**WHAT YOU NEED TO DO**
State how many lines of the entries hold the string "trimEnd", and output nothing but that count.

LISTED RECORDS START

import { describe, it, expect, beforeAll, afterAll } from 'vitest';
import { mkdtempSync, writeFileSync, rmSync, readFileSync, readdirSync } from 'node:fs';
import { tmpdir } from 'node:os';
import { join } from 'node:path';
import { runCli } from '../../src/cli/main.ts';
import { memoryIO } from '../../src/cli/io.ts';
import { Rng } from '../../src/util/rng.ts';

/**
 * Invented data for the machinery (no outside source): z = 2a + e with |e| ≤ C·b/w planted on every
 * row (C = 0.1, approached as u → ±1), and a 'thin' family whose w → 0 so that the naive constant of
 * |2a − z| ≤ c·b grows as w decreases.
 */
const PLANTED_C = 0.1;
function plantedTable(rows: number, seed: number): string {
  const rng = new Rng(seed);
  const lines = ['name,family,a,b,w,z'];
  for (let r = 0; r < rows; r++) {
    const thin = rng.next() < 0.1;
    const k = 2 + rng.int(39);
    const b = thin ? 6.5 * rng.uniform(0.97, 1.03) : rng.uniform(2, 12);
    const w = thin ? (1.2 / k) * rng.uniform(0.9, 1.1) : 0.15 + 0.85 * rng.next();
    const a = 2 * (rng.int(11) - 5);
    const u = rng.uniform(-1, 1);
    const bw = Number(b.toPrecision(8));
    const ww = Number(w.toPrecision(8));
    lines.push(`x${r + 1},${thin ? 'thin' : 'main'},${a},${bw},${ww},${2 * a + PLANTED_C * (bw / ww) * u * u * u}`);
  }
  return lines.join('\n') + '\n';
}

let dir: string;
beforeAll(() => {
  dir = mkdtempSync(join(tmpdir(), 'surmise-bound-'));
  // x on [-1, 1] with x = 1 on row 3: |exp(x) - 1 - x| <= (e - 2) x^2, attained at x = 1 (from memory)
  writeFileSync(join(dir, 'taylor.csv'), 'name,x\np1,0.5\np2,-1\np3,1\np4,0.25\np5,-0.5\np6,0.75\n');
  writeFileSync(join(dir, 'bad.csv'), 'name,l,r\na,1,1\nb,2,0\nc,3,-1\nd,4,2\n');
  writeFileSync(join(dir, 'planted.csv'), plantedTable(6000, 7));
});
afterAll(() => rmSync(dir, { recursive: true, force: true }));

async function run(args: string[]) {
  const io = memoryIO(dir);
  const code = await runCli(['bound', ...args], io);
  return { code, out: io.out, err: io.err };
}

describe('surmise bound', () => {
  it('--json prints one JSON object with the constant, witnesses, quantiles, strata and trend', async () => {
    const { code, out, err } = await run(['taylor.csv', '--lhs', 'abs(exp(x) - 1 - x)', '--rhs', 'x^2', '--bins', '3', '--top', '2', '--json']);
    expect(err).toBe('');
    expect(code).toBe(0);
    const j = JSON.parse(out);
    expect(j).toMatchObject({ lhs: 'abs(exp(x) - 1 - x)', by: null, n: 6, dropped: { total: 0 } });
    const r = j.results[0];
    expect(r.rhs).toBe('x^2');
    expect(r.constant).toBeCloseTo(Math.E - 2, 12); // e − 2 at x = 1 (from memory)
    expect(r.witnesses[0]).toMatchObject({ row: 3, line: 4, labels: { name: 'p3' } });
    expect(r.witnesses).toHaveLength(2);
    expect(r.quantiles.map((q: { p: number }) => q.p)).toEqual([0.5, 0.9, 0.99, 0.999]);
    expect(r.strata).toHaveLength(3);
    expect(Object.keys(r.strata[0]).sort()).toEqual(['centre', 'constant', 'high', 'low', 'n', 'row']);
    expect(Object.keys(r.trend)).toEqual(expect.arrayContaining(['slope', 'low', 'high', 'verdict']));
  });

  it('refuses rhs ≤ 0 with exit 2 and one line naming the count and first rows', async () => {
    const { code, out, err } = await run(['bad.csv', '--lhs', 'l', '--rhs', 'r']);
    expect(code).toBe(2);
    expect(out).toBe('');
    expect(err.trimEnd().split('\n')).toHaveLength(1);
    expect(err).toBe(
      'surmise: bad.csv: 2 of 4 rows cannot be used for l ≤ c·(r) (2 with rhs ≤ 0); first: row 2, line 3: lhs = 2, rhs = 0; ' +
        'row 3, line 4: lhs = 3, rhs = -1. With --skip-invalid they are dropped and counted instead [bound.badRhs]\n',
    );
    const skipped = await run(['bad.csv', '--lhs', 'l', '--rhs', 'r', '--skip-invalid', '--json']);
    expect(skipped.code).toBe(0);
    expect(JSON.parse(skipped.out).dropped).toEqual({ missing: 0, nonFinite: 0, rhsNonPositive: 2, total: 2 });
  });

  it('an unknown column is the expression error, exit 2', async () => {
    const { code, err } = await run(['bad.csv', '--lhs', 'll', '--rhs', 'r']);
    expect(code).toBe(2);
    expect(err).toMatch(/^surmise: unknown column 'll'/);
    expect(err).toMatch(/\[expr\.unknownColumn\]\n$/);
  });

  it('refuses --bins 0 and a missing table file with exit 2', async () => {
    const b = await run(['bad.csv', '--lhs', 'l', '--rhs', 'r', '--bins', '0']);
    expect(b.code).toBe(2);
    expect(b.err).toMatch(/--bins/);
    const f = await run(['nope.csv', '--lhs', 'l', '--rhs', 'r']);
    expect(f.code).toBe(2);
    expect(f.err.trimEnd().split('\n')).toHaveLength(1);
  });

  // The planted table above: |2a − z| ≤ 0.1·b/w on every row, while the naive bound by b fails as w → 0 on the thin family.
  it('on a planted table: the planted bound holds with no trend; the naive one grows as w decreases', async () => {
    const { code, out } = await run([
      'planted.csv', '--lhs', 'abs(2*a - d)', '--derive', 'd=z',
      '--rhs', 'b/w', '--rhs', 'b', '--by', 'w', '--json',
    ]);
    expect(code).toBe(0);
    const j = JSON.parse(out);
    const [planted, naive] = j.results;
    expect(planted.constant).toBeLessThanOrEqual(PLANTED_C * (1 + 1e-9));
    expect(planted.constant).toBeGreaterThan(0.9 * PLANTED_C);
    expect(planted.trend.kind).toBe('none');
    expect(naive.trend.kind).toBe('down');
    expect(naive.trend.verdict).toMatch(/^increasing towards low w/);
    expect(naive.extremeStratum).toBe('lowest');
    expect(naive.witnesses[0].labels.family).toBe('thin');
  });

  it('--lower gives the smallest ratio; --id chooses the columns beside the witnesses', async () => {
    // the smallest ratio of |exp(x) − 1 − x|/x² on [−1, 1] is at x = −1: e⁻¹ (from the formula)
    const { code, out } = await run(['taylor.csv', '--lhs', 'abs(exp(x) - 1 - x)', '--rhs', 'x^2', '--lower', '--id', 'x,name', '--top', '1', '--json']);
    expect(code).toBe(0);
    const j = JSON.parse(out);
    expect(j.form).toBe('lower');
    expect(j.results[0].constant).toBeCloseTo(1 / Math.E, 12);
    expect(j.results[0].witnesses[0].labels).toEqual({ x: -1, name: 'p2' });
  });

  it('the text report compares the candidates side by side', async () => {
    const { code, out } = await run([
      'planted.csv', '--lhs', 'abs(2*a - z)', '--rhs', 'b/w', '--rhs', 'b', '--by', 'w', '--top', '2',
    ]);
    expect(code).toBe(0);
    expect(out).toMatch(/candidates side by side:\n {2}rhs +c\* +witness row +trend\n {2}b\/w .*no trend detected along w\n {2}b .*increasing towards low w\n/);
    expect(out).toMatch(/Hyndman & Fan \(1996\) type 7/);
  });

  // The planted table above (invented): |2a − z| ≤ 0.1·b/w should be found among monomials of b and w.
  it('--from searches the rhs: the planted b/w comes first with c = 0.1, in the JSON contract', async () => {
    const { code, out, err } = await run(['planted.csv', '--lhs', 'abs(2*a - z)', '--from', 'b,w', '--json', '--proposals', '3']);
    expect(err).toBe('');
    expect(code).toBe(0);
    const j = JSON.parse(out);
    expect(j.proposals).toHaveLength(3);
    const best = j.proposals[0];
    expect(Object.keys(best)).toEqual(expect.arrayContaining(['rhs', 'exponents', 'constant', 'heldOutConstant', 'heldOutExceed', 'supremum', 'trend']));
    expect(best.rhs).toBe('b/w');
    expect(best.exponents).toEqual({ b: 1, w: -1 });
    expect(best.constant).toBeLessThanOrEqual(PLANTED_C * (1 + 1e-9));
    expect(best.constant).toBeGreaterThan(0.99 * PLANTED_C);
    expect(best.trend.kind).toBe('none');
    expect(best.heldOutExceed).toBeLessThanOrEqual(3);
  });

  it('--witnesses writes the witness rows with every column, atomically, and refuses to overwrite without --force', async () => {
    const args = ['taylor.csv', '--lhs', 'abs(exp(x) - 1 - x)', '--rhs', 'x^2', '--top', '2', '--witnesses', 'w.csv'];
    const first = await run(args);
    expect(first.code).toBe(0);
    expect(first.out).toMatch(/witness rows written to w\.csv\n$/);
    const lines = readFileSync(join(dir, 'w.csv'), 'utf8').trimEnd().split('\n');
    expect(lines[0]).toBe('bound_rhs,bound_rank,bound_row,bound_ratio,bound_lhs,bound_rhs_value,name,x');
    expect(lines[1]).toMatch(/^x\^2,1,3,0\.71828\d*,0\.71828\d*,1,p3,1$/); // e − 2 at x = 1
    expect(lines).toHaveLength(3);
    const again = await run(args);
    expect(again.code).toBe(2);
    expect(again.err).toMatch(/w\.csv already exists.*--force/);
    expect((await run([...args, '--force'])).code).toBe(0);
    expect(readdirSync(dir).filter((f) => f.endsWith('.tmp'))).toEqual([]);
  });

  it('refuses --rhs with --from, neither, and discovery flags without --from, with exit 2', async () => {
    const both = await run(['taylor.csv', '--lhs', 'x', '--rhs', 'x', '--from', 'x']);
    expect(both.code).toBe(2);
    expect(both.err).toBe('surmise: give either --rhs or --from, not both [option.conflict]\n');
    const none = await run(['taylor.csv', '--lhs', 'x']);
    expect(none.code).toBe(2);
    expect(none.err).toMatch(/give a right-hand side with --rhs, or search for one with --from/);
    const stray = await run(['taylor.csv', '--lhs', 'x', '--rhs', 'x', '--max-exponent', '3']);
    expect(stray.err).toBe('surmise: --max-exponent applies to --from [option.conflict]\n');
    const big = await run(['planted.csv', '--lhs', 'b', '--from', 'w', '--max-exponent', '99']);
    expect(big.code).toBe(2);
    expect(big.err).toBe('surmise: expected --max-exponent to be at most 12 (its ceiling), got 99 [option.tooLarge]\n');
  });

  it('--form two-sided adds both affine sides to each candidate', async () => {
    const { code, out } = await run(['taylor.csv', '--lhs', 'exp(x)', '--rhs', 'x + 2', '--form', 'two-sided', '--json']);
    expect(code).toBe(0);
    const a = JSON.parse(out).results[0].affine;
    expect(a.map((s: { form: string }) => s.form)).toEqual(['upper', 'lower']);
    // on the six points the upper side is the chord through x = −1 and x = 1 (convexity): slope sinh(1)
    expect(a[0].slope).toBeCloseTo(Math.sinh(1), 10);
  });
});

LISTED RECORDS END
LISTED RECORDS START

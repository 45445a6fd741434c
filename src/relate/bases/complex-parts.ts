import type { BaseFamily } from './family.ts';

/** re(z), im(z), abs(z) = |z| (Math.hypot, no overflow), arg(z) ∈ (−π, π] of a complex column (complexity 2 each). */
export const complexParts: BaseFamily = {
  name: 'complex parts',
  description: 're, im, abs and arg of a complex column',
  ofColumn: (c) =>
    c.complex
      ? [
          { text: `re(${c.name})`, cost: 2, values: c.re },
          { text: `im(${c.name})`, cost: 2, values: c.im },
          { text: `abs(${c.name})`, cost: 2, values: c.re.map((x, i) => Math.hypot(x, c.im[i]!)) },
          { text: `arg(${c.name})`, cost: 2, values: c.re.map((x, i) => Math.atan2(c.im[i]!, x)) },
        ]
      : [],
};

LISTED RECORDS END

**SOLUTION FOR THIS PROBLEM**
3